Not on display
- Artist
- Helen Lessore 1907–1994
- Medium
- Oil paint on canvas
- Dimensions
- Support: 1680 × 2137 mm
frame: 1700 × 2160 × 40 mm - Collection
- Tate
- Acquisition
- Purchased 1981
- Reference
- T03288
Catalogue entry
T03288 SYMPOSIUM I 1974–7
Inscribed ‘H L 76’ near left edge, centre; and ‘Symposium I. 1974–77 Helen Lessore’ on canvas turnover
Oil on canvas, 66 3/8 × 84 3/4 (167.8 × 213.7)
Purchased from 12 Duke Street Gallery (Grant-in-Aid) 1981
Lit: Philip Oakes, ‘Following the Life Line’, The Sunday Times, 18 January 1976 (includes photograph of the artist showing part of T03288 in an earlier state)
The Beaux Arts Gallery, Bruton Place, London was founded by Frederick Lessore. After his death in 1951 it was continued by Helen Lessore, his widow, until she closed it in 1965, since when her main activity has been painting. A substantial account of the last fourteen years of the Beaux Arts Gallery is given in Andrew Forge, ‘Helen Lessore and the Beaux Arts Gallery’, in the catalogue of the exhibition of that title held at Marlborough Fine Art, February 1968.
'Symposium I’ represents ten artists closely associated with the Beaux Arts Gallery under Helen Lessore.
Reading clockwise, starting with the figure at top left, they are:
Raymond Mason
John Lessore
Francis Bacon
Lucian Freud
Michael Andrews
Frank Auerbach
Leon Kossoff
Euan Uglow
Myles Murphy
Craigie Aitchison
Beside Craigie Aitchison is his Bedlington terrier, Wayne. Helen Lessore has included several of these artists in paintings of groups of people in other settings. Eight of the ten artists in the Tate's picture had exhibitions at the Beaux Arts Gallery, the exceptions being Freud and Murphy. A list of the many artists who had exhibitions under Helen Lessore is given in the Marlborough Fine Art catalogue already mentioned.
Helen Lessore provided the following statement on ‘Symposium I’ in January 1983:
'I have always been fascinated by groups of people, especially seated round a table towards the end of a meal. In the course of long dreaming, somehow a number of artists gathered round my table, and years of my life at the gallery were telescoped and condensed into this scene. I don't think there was anything arbitrary; it all seemed to grow of itself.
'The setting is a free adaptation of parts of the gallery building, but opened to the outside world-which is a memory of a walk by the Seine, because I think I felt that Paris was more closely tied than London to the standards by which I judged everything. It was the permanent shadowy background of the life of the gallery.
'The composition is intended to convey that the artists are talking with the utmost seriousness about art - what they believe, what they are trying to do, and so on.

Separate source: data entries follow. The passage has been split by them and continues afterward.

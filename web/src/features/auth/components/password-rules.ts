import type { Rule } from 'antd/es/form';

export const PASSWORD_MIN_LENGTH = 8;

export const passwordRules: Rule[] = [
  { required: true, message: 'Choose a password' },
  { min: PASSWORD_MIN_LENGTH, message: `Use at least ${PASSWORD_MIN_LENGTH} characters` },
  { max: 72, message: 'Use at most 72 characters' },
];

export const emailRules: Rule[] = [
  { required: true, message: 'Enter your email address' },
  { type: 'email', message: 'Enter a valid email address, like name@example.com' },
];

export const confirmPasswordRules = (field = 'password'): Rule[] => [
  { required: true, message: 'Repeat the password' },
  ({ getFieldValue }) => ({
    validator: (_, value) =>
      !value || getFieldValue(field) === value
        ? Promise.resolve()
        : Promise.reject(new Error('The two passwords do not match')),
  }),
];
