import { createContext, useCallback, useContext, useMemo, useState, type ReactNode } from 'react';
import { displayToMm, formatLength, mmToDisplay, parseLength, unitLabels } from '@/lib/units';
import type { UnitSystem } from '@swapwright/shared';

const OVERRIDE_KEY = 'swapwright.unitSystem';

export type UnitsApi = {
  /** The unit in effect: the person's own choice, else the shop's. */
  system: UnitSystem;
  shopSystem: UnitSystem;
  override: UnitSystem | null;
  setOverride: (system: UnitSystem | null) => void;
  unitLabel: string;
  /** mm → "12.5 in" or "317.5 mm". */
  formatLength: (mm: number | null | undefined) => string;
  /** Typed text or number (bare numbers in the current unit) → mm, or null. */
  parseLength: (input: string | number | null | undefined) => number | null;
  /** mm → number in the current unit, rounded for display (for InputNumber values). */
  toDisplay: (mm: number) => number;
  /** Number in the current unit → mm. */
  fromDisplay: (value: number) => number;
};

function readOverride(): UnitSystem | null {
  try {
    const v = window.localStorage.getItem(OVERRIDE_KEY);
    return v === 'in' || v === 'mm' ? v : null;
  } catch {
    return null;
  }
}

const UnitsContext = createContext<UnitsApi | null>(null);

export type UnitsProviderProps = { shopSystem?: UnitSystem; children: ReactNode };

export function UnitsProvider({ shopSystem = 'in', children }: UnitsProviderProps) {
  const [override, setOverrideState] = useState<UnitSystem | null>(readOverride);

  const setOverride = useCallback((next: UnitSystem | null) => {
    try {
      if (next) window.localStorage.setItem(OVERRIDE_KEY, next);
      else window.localStorage.removeItem(OVERRIDE_KEY);
    } catch {
      // storage may be blocked; the choice still holds for this tab
    }
    setOverrideState(next);
  }, []);

  const value = useMemo<UnitsApi>(() => {
    const system = override ?? shopSystem;
    return {
      system,
      shopSystem,
      override,
      setOverride,
      unitLabel: unitLabels[system],
      formatLength: (mm) => formatLength(mm, system),
      parseLength: (input) => parseLength(input, system),
      toDisplay: (mm) => mmToDisplay(mm, system),
      fromDisplay: (v) => displayToMm(v, system),
    };
  }, [override, shopSystem, setOverride]);

  return <UnitsContext.Provider value={value}>{children}</UnitsContext.Provider>;
}

/** Length helpers in the person's unit. Lengths are always stored in mm. */
export function useUnits(): UnitsApi {
  const ctx = useContext(UnitsContext);
  if (!ctx) throw new Error('useUnits must be used inside <UnitsProvider>');
  return ctx;
}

'Hannah Arendt drew a distinction between “work” and “labour” - labour being the activity of a slave - the hewing of wood and the drawing of water, which has to be done over and over again to keep things going, while “work” is the activity of a free man, involving choice, imagination, skill and resulting in some achievement, some creation. “The artist”, she says, “is the only worker left in a labouring society”.
'Of course, one is meant to understand “art” in its widest sense; and roughly, what she says corresponds to what I myself felt about art and its importance and the present decline of civilization. And this picture is meant to be more than a record of particular things, or a tribute to particular individuals. The figures are indeed portraits, as true as I could make them, but over and above that they stand for all artists, as being the salt of the earth, the leaven of society, the only hope for civilization; so that in my mind this general aspect of the subject lifted the particular one above the category of “genre” into that of the historical, and even religious - like - for instance - the “Nine Worthies” of the “Heroes Tapestries” [XIV century French tapestries in The Cloisters, New York City, where Helen Lessore saw them in spring 1975]’.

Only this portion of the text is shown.